I sent the painting to the designer, and there was some back and forth with the designer (the first four rounds involved my back cover copy >.<. I did not mind this, and I think she was right).
And I got the copy-edits. And the copy-edits were late to arrive, and I had to go through them (and discuss them with copy-editor) before sending things to the proofreader and the audio narrator. The proofreader and the narrator had blocked time to do the work – but as the copy-edits missed the deadline, their schedule was wrecked, and they had to make time that they hadn’t planned on, which was not in any way their fault. But they did find the time.
The ebook was ready first. I knew how ebooks worked.
What I did not know in this modern age is the parameters of print. But also: I had sort of assumed that I would just let people know as things rolled out and became available, because that’s what I’d done every other time.
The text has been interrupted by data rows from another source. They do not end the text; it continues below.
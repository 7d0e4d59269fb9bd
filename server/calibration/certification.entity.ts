import { Column, CreateDateColumn, Entity, Index, ManyToOne, PrimaryGeneratedColumn, RelationId } from 'typeorm';
import type { ScreeningMethod, ScreeningResult } from '../../shared/api/calibration-answers.js';
import { User } from '../auth/user.entity.js';
import { CalibrationSession } from './calibration-session.entity.js';

/** An observer certified for a reference set by one closed session, with the numbers that earned it. */
@Entity('certification')
@Index(['session', 'user'], { unique: true })
export class Certification {
  @PrimaryGeneratedColumn('increment') id: number;
  @ManyToOne(() => User, { nullable: false, onDelete: 'RESTRICT' }) user: User;
  @RelationId((c: Certification) => c.user) userId: number;
  @ManyToOne(() => CalibrationSession, { nullable: false, onDelete: 'RESTRICT' }) session: CalibrationSession;
  @RelationId((c: Certification) => c.session) sessionId: number;
  @Column('varchar', { length: 20 }) referenceSetId: string;
  /** "YYYY-MM-DD", the day the session closed (UTC). */
  @Column('varchar', { length: 10 }) certifiedOn: string;
  @Column('real') kappa: number;
  @Column('real') meanDeltaE00: number;
  @Column('integer') n: number;
  @Column('real') kappaThreshold: number;
  @Column('real') deltaE00Threshold: number;
  @CreateDateColumn({ type: 'datetime' }) createdAt: Date;
}

/** A self-reported colour-vision screening (ASTM D1729 asks for observers with normal colour vision). */
@Entity('colour_vision_screening')
export class ColourVisionScreening {
  @PrimaryGeneratedColumn('increment') id: number;
  @ManyToOne(() => User, { nullable: false, onDelete: 'RESTRICT' }) user: User;
  @RelationId((s: ColourVisionScreening) => s.user) userId: number;
  /** "YYYY-MM-DD". */
  @Column('varchar', { length: 10 }) screenedOn: string;
  @Column('varchar', { length: 32 }) method: ScreeningMethod;
  @Column('varchar', { length: 12 }) result: ScreeningResult;
  @Column('text', { nullable: true }) notes: string | null;
  @ManyToOne(() => User, { nullable: false, onDelete: 'RESTRICT' }) recordedBy: User;
  @RelationId((s: ColourVisionScreening) => s.recordedBy) recordedById: number;
  @CreateDateColumn({ type: 'datetime' }) createdAt: Date;
}
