"""The two-transistor schematic: every form and variant (tests/drawerfit/pair_forms.py)
drawn with no label crossing a symbol, a wire or another label, by the same check on
the SVG as the single stages' (tests/drawerfit/test_sheet_schematic.py, which says how
the boxes are estimated); every part and probe on it; polarised parts drawn polarised
with their + on the higher-DC node (the engine's operating point)."""

from __future__ import annotations

import math
import re

import pytest

from drawerfit.sheet.pair_schematic import PAIR_DRAWINGS, draw_pair, drawing_key
from drawerfit.sheet.pair_writer import circuit_picks
from optimiser.pair_evaluate import evaluate_pair
from optimiser.pair_report import probe_nodes

from .pair_forms import circuits
from .test_sheet_schematic import SVG_NS, _capacitors, collisions, svg_labels

CASES = circuits()


def _drawn(c):
    ev = evaluate_pair(c.request, c.batch(), c.transistors, c.ratings, band_edges=False,
                       large_signal=False)
    picks = circuit_picks(ev, 0, c)
    probes = probe_nodes(ev, 0)
    dw = draw_pair(c.form, picks, c.request, tuple(t.label for t in c.transistors), probes)
    return ev, picks, probes, dw, dw.get_imagedata("svg")


@pytest.mark.parametrize("name,c", CASES, ids=[n for n, _ in CASES])
def test_no_label_crosses_a_symbol_or_another_label(name, c):
    _, picks, probes, dw, svg = _drawn(c)
    found = collisions(dw, svg)
    assert not found, "\n".join(found)
    texts = [lab.text for lab in svg_labels(svg)]
    # every part with its role, value and bin; every probed node in blue
    for role, pick in picks.items():
        loc = pick.pieces[0].location
        assert any(t.startswith(f"{role}\n{pick.label}\nbin {loc}") for t in texts), role
    blue = [t for t in texts if re.fullmatch(r"[BECJ] -?[\d.]+ [mµ]?V", t)]
    assert len(blue) == len(probes), (blue, probes)
    for k, stage in enumerate(c.form.stages):
        assert f"{stage}\n{c.transistors[k].label}" in texts


@pytest.mark.parametrize("name,c", [CASES[0], *[x for x in CASES if x[0].startswith(
    ("cb-cb", "direct-partly", "cascode-partly"))]], ids=lambda x: x if isinstance(x, str)
    else "")
def test_polarised_plus_on_the_higher_node(name, c):
    """Each electrolytic is the polarised symbol, its + at the end of the higher DC
    voltage: the + mark nearer that end of the symbol than the other."""
    ev, picks, _, dw, _ = _drawn(c)
    caps = [(el, plus) for el, plus in _capacitors(dw) if plus is not None]
    polar = [r for r, p in picks.items() if p.pieces[0].dielectric == "electrolytic"]
    assert len(caps) == len(polar)
    volts = {k: float(v[0]) for k, v in ev.volts.items()}
    for role in polar:
        v, a, b = ev.capacitors[role]
        assert picks[role].plus == (a if float(v[0]) >= 0 else b)
    assert all(math.isfinite(x) for _, plus in caps for x in plus)
    assert volts


def test_every_form_has_a_drawing_and_is_drawn_here():
    """Every two-transistor form the engine offers (each chain of two of the stages,
    each other coupling, the cascode) has a registered drawing, and the cases above
    draw each of them."""
    from optimiser.stages import NAMES, PAIR_COUPLINGS, pair_form

    forms = {pair_form("cascode").name}
    for a in NAMES:
        for b in NAMES:
            for coupling in PAIR_COUPLINGS:
                try:
                    forms.add(pair_form([a, b], coupling).name)
                except ValueError:
                    continue
    drawn = {c.form.name for _, c in CASES}
    assert forms == drawn
    for _, c in CASES:
        assert drawing_key(c.form) in PAIR_DRAWINGS


def test_the_check_catches_a_label_moved_onto_a_resistor():
    import xml.etree.ElementTree as ET

    from .test_sheet_schematic import element_boxes

    _, _, _, dw, svg = _drawn(dict(CASES)["cascode-partly"])
    root = ET.fromstring(svg)
    r2 = next(b for el, b, _, _ in element_boxes(dw) if "Resistor" in type(el).__name__)
    el = next(e for e in root.iter(SVG_NS + "text")
              if (e.findall(SVG_NS + "tspan") or [e])[0].text == "C_OUT")
    for t in [el, *el.findall(SVG_NS + "tspan")]:
        t.set("x", str((r2.x0 + r2.x1) / 2))
    el.set("y", str((r2.y0 + r2.y1) / 2 - 20))
    assert any("C_OUT" in f and "Resistor" in f for f in collisions(dw, ET.tostring(root)))
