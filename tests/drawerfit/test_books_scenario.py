"""One bench's bookkeeping from first import to last undo, through the command line, on
SQLite and on PostgreSQL.

A drawer is imported; a plan is committed with purchases and undone; planned and
committed again; one order is cancelled; the other arrives in two parcels; the
cancelled one is re-opened and arrives with more than was ordered; a receipt and the
build are undone; at the end every batch is undone and `stock export` is what it was.
After every step each quantity, each awaited order (what has arrived of it) and the
ledger are checked: every listed quantity equals the sum of its movements in `stock
history`, and `db check` passes.

The expected numbers are counted by hand from the demo drawer and the stand-in search
of test_cli_plan.py (the planner's search is not under test here): twenty preamps on
design A take 10k, 4k7, 10u and GP-N1, one of each per copy.  The drawer holds
4k7 10 + 8 = 18 and 10u 12 + 2 = 14, so the plan buys a pack of ten of each: the
builds keep 2 of the 4k7 and 6 of the 10u, and 8 and 4 pieces go to the drawer.
"""

from __future__ import annotations

import csv
import json
from collections import defaultdict
from importlib import resources
from types import SimpleNamespace

import pytest
from click.testing import CliRunner

from drawerfit.cli import cli
from tests.drawerfit.test_cli_plan import FIXED, PREAMP, TWENTY_PREAMPS_E24, fake_search

COPIES = 20
#: Bought per value (one pack of ten), kept by the builds, left for the drawer.
BOUGHT = {"4k7": (10, 2, 8), "10u": (10, 6, 4)}


@pytest.fixture
def bench(store_url, tmp_path, monkeypatch):
    monkeypatch.setattr("optimiser.search.search", fake_search)
    runner = CliRunner()

    def run(*args, ok=True):
        r = runner.invoke(cli, ["--db", store_url, *args])
        if ok:
            assert r.exit_code == 0, (args, r.output)
        return r

    def path(name):
        return str(tmp_path / name)

    return SimpleNamespace(run=run, path=path, tmp=tmp_path)


def _rows(bench):
    return {row["id"]: row for row in json.loads(bench.run("stock", "list", "--json").stdout)}


def _stock(bench):
    return {i: row["qty"] for i, row in _rows(bench).items()}


def _awaited(bench):
    """Awaited orders as (value, qty, used, arrived, due)."""
    return sorted((o["kind"] == "resistor" and "4k7" or "10u", o["qty"], o["used"],
                   o["arrived"], o["due"])
                  for o in json.loads(bench.run("stock", "orders", "--json").stdout))


def _order_ids(bench):
    return {("4k7" if o["kind"] == "resistor" else "10u"): o["id"]
            for o in json.loads(bench.run("stock", "orders", "--json").stdout)}


def _export(bench, name):
    bench.run("stock", "export", bench.path(name))
    with open(bench.path(name), "rb") as f:
        return f.read()


def _ledger(bench, expected):
    """Every quantity as expected; each listed quantity is the sum of its movements in
    the history and every row not listed sums to nothing; `db check` passes."""
    stock = _stock(bench)
    assert stock == expected
    sums: dict[int, int] = defaultdict(int)
    for batch in json.loads(bench.run("stock", "history", "--json").stdout):
        for m in batch["movements"]:
            sums[m["item_id"]] += m["change"]
    assert {i: sums.get(i, 0) for i in stock} == stock
    assert all(c == 0 for i, c in sums.items() if i not in stock)
    bench.run("db", "check")


def _words(text):
    """Terminal text with its line wrapping undone."""
    return " ".join(text.split())


def _history_head(bench):
    return json.loads(bench.run("stock", "history", "--json", "--limit", "1").stdout)[0]


def _parcel(bench, order_file, name, value, qty):
    """The order file cut to one value's row, with ``qty`` pieces arriving."""
    with open(order_file, newline="") as f:
        rows = [r for r in csv.DictReader(f) if r["value"] == value]
    assert len(rows) == 1
    rows[0]["qty"] = str(qty)
    with open(bench.path(name), "w", newline="") as f:
        w = csv.DictWriter(f, fieldnames=list(rows[0]))
        w.writeheader()
        w.writerows(rows)
    return bench.path(name)


def _commit(bench, order_name):
    r = bench.run("plan", bench.path("list.toml"), "--json", "--commit", *FIXED, "--order",
                  bench.path(order_name))
    bid = json.loads(r.stdout)["build_id"]
    shown = json.loads(bench.run("builds", "show", str(bid), "--json").stdout)
    taken = {p["id"]: p["count"] for p in shown["pieces"]}
    return bid, taken


def _by_value(rows, ids):
    out: dict[str, int] = defaultdict(int)
    for i in ids:
        out[rows[i]["label"]] += ids[i]
    return dict(out)


def test_bench_bookkeeping_from_first_import_to_last_undo(bench):
    empty = _export(bench, "empty.csv")
    demo = resources.files("drawerfit") / "data" / "demo_stock.csv"
    bench.run("stock", "import", str(demo))
    with open(bench.path("preamp.toml"), "w") as f:
        f.write(PREAMP)
    with open(bench.path("list.toml"), "w") as f:
        f.write(TWENTY_PREAMPS_E24)
    start, start_rows = _stock(bench), _rows(bench)
    start_export = _export(bench, "start.csv")
    _ledger(bench, start)
    in_stock = {v: sum(r["qty"] for r in start_rows.values() if r["label"] == v)
                for v in BOUGHT}
    assert in_stock == {"4k7": 18, "10u": 14}

    # 1. plan and commit with purchases: one of each part per copy leaves the drawer,
    # every stock piece of 4k7 and 10u among them; the rest is ordered
    b1, taken = _commit(bench, "order1.csv")
    by_value = _by_value(start_rows, taken)
    assert by_value["4k7"] == 18 and by_value["10u"] == 14
    assert by_value["GP-N1"] == COPIES and sum(taken.values()) == 4 * COPIES - 2 - 6
    expected = {i: q - taken.get(i, 0) for i, q in start.items()}
    _ledger(bench, expected)
    assert _awaited(bench) == sorted((v, n, used, 0, due) for v, (n, used, due)
                                     in BOUGHT.items())
    with open(bench.path("order1.csv"), newline="") as f:
        assert {r["value"]: int(r["qty"]) for r in csv.DictReader(f)} == {
            v: due for v, (_, _, due) in BOUGHT.items()}

    # 2. undo the build: every piece back, nothing awaited, the export as at the start
    r = bench.run("builds", "undo", str(b1))
    assert "no longer awaited" in r.stdout
    _ledger(bench, start)
    assert _awaited(bench) == []
    assert _export(bench, "after-undo.csv") == start_export

    # 3. plan and commit again
    b2, taken = _commit(bench, "order2.csv")
    assert b2 != b1 and sum(taken.values()) == 4 * COPIES - 2 - 6
    expected = {i: q - taken.get(i, 0) for i, q in start.items()}
    _ledger(bench, expected)
    orders = _order_ids(bench)

    # 4. cancel the 10u order: only the 4k7 is awaited; the cancellation moves nothing
    bench.run("stock", "orders", "cancel", str(orders["10u"]), "--reason", "out of stock")
    cancel = _history_head(bench)
    assert cancel["kind"] == "cancel" and cancel["movements"] == []
    _ledger(bench, expected)
    assert _awaited(bench) == [("4k7", 10, 2, 0, 8)]

    # 5. a parcel with 5 of the 8 pieces: booked, the order stays awaited with 5 counted
    r = bench.run("stock", "receive", _parcel(bench, bench.path("order2.csv"), "p1.csv",
                                              "4k7", 5))
    assert "arrived 5 of 8, still awaited" in _words(r.stdout)
    part1 = _history_head(bench)["batch"]
    [new_4k7] = set(_stock(bench)) - set(expected)         # a 1 % row in the 4k7 bin
    assert _rows(bench)[new_4k7]["tolerance"] == pytest.approx(0.01)
    expected[new_4k7] = 5
    _ledger(bench, expected)
    assert _awaited(bench) == [("4k7", 10, 2, 5, 8)]
    shown = bench.run("stock", "orders").stdout
    assert "arrived" in shown and "5 of 8" in shown

    # 6. the rest, 3 pieces: the order closes
    r = bench.run("stock", "receive", _parcel(bench, bench.path("order2.csv"), "p2.csv",
                                              "4k7", 3))
    assert "arrived 8 of 8, closed" in _words(r.stdout)
    rest = _history_head(bench)["batch"]
    expected[new_4k7] = 8
    _ledger(bench, expected)
    assert _awaited(bench) == []

    # 7. the cancellation undone re-opens the 10u order; then 7 pieces arrive where 4
    # were due: all 7 are booked, the order closes
    bench.run("stock", "undo", str(cancel["batch"]))
    assert _awaited(bench) == [("10u", 10, 6, 0, 4)]
    r = bench.run("stock", "receive", _parcel(bench, bench.path("order2.csv"), "p3.csv",
                                              "10u", 7))
    assert "4 pieces counted, arrived 4 of 4, closed" in _words(r.stdout)
    surplus = _history_head(bench)["batch"]
    [new_10u] = set(_stock(bench)) - set(expected)
    expected[new_10u] = 7
    _ledger(bench, expected)
    assert _awaited(bench) == []

    # 8. undo the receipt that completed the 4k7 order: its 3 pieces leave, the order
    # is awaited again with the first parcel's 5 counted
    r = bench.run("stock", "undo", str(rest))
    assert "arrived 5 of 8, awaited again" in _words(r.stdout)
    expected[new_4k7] = 5
    _ledger(bench, expected)
    assert _awaited(bench) == [("4k7", 10, 2, 5, 8)]

    # 9. undo the build: its pieces come back; the 4k7 order it counted on is no longer
    # awaited (5 of it arrived), the received 10u order stays received
    r = bench.run("builds", "undo", str(b2))
    assert "no longer awaited" in r.stdout
    expected = {**start, new_4k7: 5, new_10u: 7}
    _ledger(bench, expected)
    assert _awaited(bench) == []
    shown = json.loads(bench.run("builds", "show", str(b2), "--json").stdout)
    assert sorted((o["state"], o["arrived"]) for o in shown["orders"]) == [
        ("cancelled", 5), ("received", 4)]

    # 10. undo the receipts: their pieces leave; the 10u order, closed by the receipt
    # undone, is awaited again — its build is gone, so all ten would go to the drawer
    bench.run("stock", "undo", str(surplus))
    del expected[new_10u]
    _ledger(bench, expected)
    assert _awaited(bench) == [("10u", 10, 6, 0, 10)]
    bench.run("stock", "orders", "cancel", str(orders["10u"]))
    bench.run("stock", "undo", str(part1))
    del expected[new_4k7]
    _ledger(bench, expected)
    assert _awaited(bench) == []
    # the rows the receipts made are gone with them: the export is as at the start
    assert _export(bench, "end.csv") == start_export

    # 11. and with the import undone, as before anything was imported
    [imp] = [b for b in json.loads(bench.run("stock", "history", "--json").stdout)
             if b["kind"] == "import"]
    bench.run("stock", "undo", str(imp["batch"]))
    _ledger(bench, {})
    assert _export(bench, "none.csv") == empty


def _refused(r, *needles):
    """Exit 2, one `drawerfit: …` line per problem, each needle in them."""
    assert r.exit_code == 2, r.output
    lines = r.stderr.strip().splitlines()
    assert lines and all(ln.startswith("drawerfit: ") for ln in lines), r.stderr
    for n in needles:
        assert n in r.stderr, r.stderr
    return lines


def _partly_arrived(bench):
    """The demo drawer, the plan committed, 5 of the 8 pieces of 4k7 booked."""
    demo = resources.files("drawerfit") / "data" / "demo_stock.csv"
    bench.run("stock", "import", str(demo))
    with open(bench.path("preamp.toml"), "w") as f:
        f.write(PREAMP)
    with open(bench.path("list.toml"), "w") as f:
        f.write(TWENTY_PREAMPS_E24)
    _commit(bench, "order.csv")
    bench.run("stock", "receive", _parcel(bench, bench.path("order.csv"), "p1.csv", "4k7", 5))
    assert _awaited(bench) == [("10u", 10, 6, 0, 4), ("4k7", 10, 2, 5, 8)]


def _books(bench):
    return (_stock(bench), _awaited(bench),
            json.loads(bench.run("stock", "history", "--json").stdout))


def test_a_refused_parcel_changes_no_count(bench):
    """A parcel with a negative count and a row without a bin: one line each naming
    file, line and field, exit 2; stock, the orders' arrivals and the history as before."""
    _partly_arrived(bench)
    before = _books(bench)
    bad = bench.path("bad.csv")
    with open(bad, "w") as f:
        f.write("kind,value,qty,tolerance,location\nresistor,4k7,3,1%,D7\n"
                "resistor,4k7,-3,1%,D7\ncapacitor,10u,4,20%,\n")
    lines = _refused(bench.run("stock", "receive", bad, ok=False), "bad.csv:3: qty:")
    assert len(lines) == 1
    bad2 = bench.path("bad2.csv")
    with open(bad2, "w") as f:
        f.write("kind,value,qty,tolerance,location\nresistor,4k7,3,1%,D7\n"
                "capacitor,10u,4,20%,\n")
    lines = _refused(bench.run("stock", "receive", bad2, ok=False),
                     "bad2.csv:3: location: empty")
    assert len(lines) == 1
    assert _books(bench) == before


def test_an_undo_of_a_receipt_whose_pieces_were_used_changes_nothing(bench):
    _partly_arrived(bench)
    receipt = _history_head(bench)["batch"]
    new_row = _history_head(bench)["movements"][0]["item_id"]
    bench.run("stock", "adjust", str(new_row), "-2", "--reason", "used on the bench")
    before = _books(bench)
    lines = _refused(bench.run("stock", "undo", str(receipt), ok=False),
                     f"cannot undo batch {receipt}", "have 3, undo needs 5")
    assert len(lines) == 1
    assert _books(bench) == before


def test_a_closed_order_cannot_be_cancelled(bench):
    _partly_arrived(bench)
    ids = _order_ids(bench)
    bench.run("stock", "receive", _parcel(bench, bench.path("order.csv"), "p2.csv", "4k7", 3))
    receipt = _history_head(bench)["batch"]
    before = _books(bench)
    lines = _refused(bench.run("stock", "orders", "cancel", str(ids["4k7"]), ok=False),
                     f"order {ids['4k7']} was received (batch {receipt})")
    assert len(lines) == 1
    assert _books(bench) == before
… this was not a good idea. I think I caused more anxiety than intended because people went to look for the book online and couldn’t find it at any retailers. This would be because I hadn’t put it up at retailers yet.
So: next time, I’m going to give myself a few more months to make sure that everything is working and ready; readers will know when the book will be available — and it will actually be available. At the moment, the book is theoretically available because it has finally passed all checks. But this was iterative, and there was some trial, error, and reaching out to people who actually knew how to work with, say, IngramSpark.
The audiobook passed its quality tests as of this afternoon, and is now headed out to various distributors, so it should be Available Soon.
I have, I think, learned many things about how to proceed going forward. The whole of my focus was on making certain that the book looked – to my bibliophile eyes – like a book. But it should have also been on the publishing paradigm itself, because had everything been in place, no one would have had to ask me questions about formats and availability; that information would be up at various retailers.
Most of my published novels go live at, say, Amazon or B&N before I’ve actually finished the manuscript. The two processes are separate. One is writing, one is publishing. Deadlines I’ve been given fall in line with publishing dates listed on Amazon, and I work towards those. People know that a new book is coming because the publisher (Mira, in this case) has that information at various retailers well in advance.
If I had been paying more attention to the actual publishing part of the process as a process, I could have in theory done this. I … didn’t really think about it. I thought about writing, revising, editing, and preparing the various elements that constitute a book. I didn’t think about getting the information to readers in the way a publisher does or is supposed to.